▶ [Activity]: Repeat every entry exactly as it appears.

▶ [Excerpted records]:

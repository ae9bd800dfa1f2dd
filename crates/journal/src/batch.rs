//! What is handed over to be committed, and the answers.

use record::{Draft, Intent, Row};
use units::{Mono, Utc};

use crate::Committed;

/// What one step of the engine wants kept.
#[derive(PartialEq, Debug)]
pub struct Batch {
    pub term: u64,
    pub utc: Utc,
    pub boot: Mono,
    /// In this order. An intent's own draft may stand among them, in its place; then it is written
    /// once, there.
    pub drafts: Vec<Draft>,
    /// Those whose draft is not among the above are written after them.
    pub intents: Vec<Intent>,
}

/// One batch is on disk.
#[derive(PartialEq, Debug)]
pub struct Acked {
    pub rows: Vec<Row>,
    /// The permits that may leave now.
    pub committed: Vec<Committed>,
}

#[derive(PartialEq, Debug)]
pub enum Reply {
    /// One for each batch, in the order in which they were submitted.
    Acked(Acked),
    /// Nothing can be kept until `Back`. The permits of every batch that was not acknowledged are
    /// gone; their other rows are kept in memory and will be written.
    Lost { why: String },
    /// What was kept in memory is on disk; its `Acked` follow, without permits.
    Back,
}
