//! **Is it written down, so that it stays?**
//!
//! The evidence file: rows without a gap, each with the hash of the one before, committed with a
//! sync before anybody is told. It alone turns an intent into a [`Committed`] command. When the disk
//! fails it says so at once, keeps what was not acknowledged, and comes back by itself after it has
//! verified the file anew.
//!
//! It knows nothing of what rows mean (`record` does), reads no clock, and does not defend against
//! somebody who cuts off the end of the file: keep a copy of the head's hash elsewhere.
//!
//! ```
//! use journal::{Batch, Journal, Reply};
//! use record::{Draft, kind};
//! use units::{Mono, Utc};
//! # fn main() -> Result<(), Box<dyn std::error::Error>> {
//! let dir = tempfile::tempdir()?;
//! let journal = Journal::open(dir.path(), &mut |_row| {})?;
//! let term = journal.next_term();
//! let (to, replies) = std::sync::mpsc::channel::<Reply>();
//! let handle = journal.start(to);
//! let (subject, cause, body) = ("site".to_owned(), String::new(), vec![0; 4]);
//! let drafts = vec![Draft { kind: kind::STOPPING, version: 1, subject, cause, body }];
//! let (utc, boot) = (Utc::EPOCH, Mono::ZERO);
//! handle.submit(Batch { term, utc, boot, drafts, intents: Vec::new() })?;
//! let Reply::Acked(acked) = replies.recv()? else { return Err("lost".into()) };
//! assert_eq!(acked.rows[0].seq, 1);
//! handle.close()?;
//! assert_eq!(journal::verify(dir.path(), &mut |_, _| {})?.rows, 1);
//! # Ok(())
//! # }
//! ```

mod batch;
mod chain;
mod committed;
mod error;
mod file;
mod inspect;
mod journal;
mod lost;
mod planned;
mod thread;

pub use batch::{Acked, Batch, Reply};
pub use committed::Committed;
pub use error::JournalError;
pub use file::FILE_NAME;
pub use inspect::{Filter, Verified, each_row, rows, verify};
pub use journal::Journal;
pub use thread::Handle;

▶ [Response to this exercise]:
repository ae9bd800dfa1f2dd
filename crates/journal/src/batch.rs
//! What is handed over to be committed, and the answers.

use record::{Draft, Intent, Row};
use units::{Mono, Utc};

use crate::Committed;

/// What one step of the engine wants kept.
#[derive(PartialEq, Debug)]
pub struct Batch {
    pub term: u64,
    pub utc: Utc,
    pub boot: Mono,
    /// In this order. An intent's own draft may stand among them, in its place; then it is written
    /// once, there.
    pub drafts: Vec<Draft>,
    /// Those whose draft is not among the above are written after them.
    pub intents: Vec<Intent>,
}

/// One batch is on disk.
#[derive(PartialEq, Debug)]
pub struct Acked {
    pub rows: Vec<Row>,
    /// The permits that may leave now.
    pub committed: Vec<Committed>,
}

#[derive(PartialEq, Debug)]
pub enum Reply {
    /// One for each batch, in the order in which they were submitted.
    Acked(Acked),
    /// Nothing can be kept until `Back`. The permits of every batch that was not acknowledged are
    /// gone; their other rows are kept in memory and will be written.
    Lost { why: String },
    /// What was kept in memory is on disk; its `Acked` follow, without permits.
    Back,
}
//! **Is it written down, so that it stays?**
//!
//! The evidence file: rows without a gap, each with the hash of the one before, committed with a
//! sync before anybody is told. It alone turns an intent into a [`Committed`] command. When the disk
//! fails it says so at once, keeps what was not acknowledged, and comes back by itself after it has
//! verified the file anew.
//!
//! It knows nothing of what rows mean (`record` does), reads no clock, and does not defend against
//! somebody who cuts off the end of the file: keep a copy of the head's hash elsewhere.
//!
//! ```
//! use journal::{Batch, Journal, Reply};
//! use record::{Draft, kind};
//! use units::{Mono, Utc};
//! # fn main() -> Result<(), Box<dyn std::error::Error>> {
//! let dir = tempfile::tempdir()?;
//! let journal = Journal::open(dir.path(), &mut |_row| {})?;
//! let term = journal.next_term();
//! let (to, replies) = std::sync::mpsc::channel::<Reply>();
//! let handle = journal.start(to);
//! let (subject, cause, body) = ("site".to_owned(), String::new(), vec![0; 4]);
//! let drafts = vec![Draft { kind: kind::STOPPING, version: 1, subject, cause, body }];
//! let (utc, boot) = (Utc::EPOCH, Mono::ZERO);
//! handle.submit(Batch { term, utc, boot, drafts, intents: Vec::new() })?;
//! let Reply::Acked(acked) = replies.recv()? else { return Err("lost".into()) };
//! assert_eq!(acked.rows[0].seq, 1);
//! handle.close()?;
//! assert_eq!(journal::verify(dir.path(), &mut |_, _| {})?.rows, 1);
//! # Ok(())
//! # }
//! ```

mod batch;
mod chain;
mod committed;
mod error;
mod file;
mod inspect;
mod journal;
mod lost;
mod planned;
mod thread;

pub use batch::{Acked, Batch, Reply};
pub use committed::Committed;
pub use error::JournalError;
pub use file::FILE_NAME;
pub use inspect::{Filter, Verified, each_row, rows, verify};
pub use journal::Journal;
pub use thread::Handle;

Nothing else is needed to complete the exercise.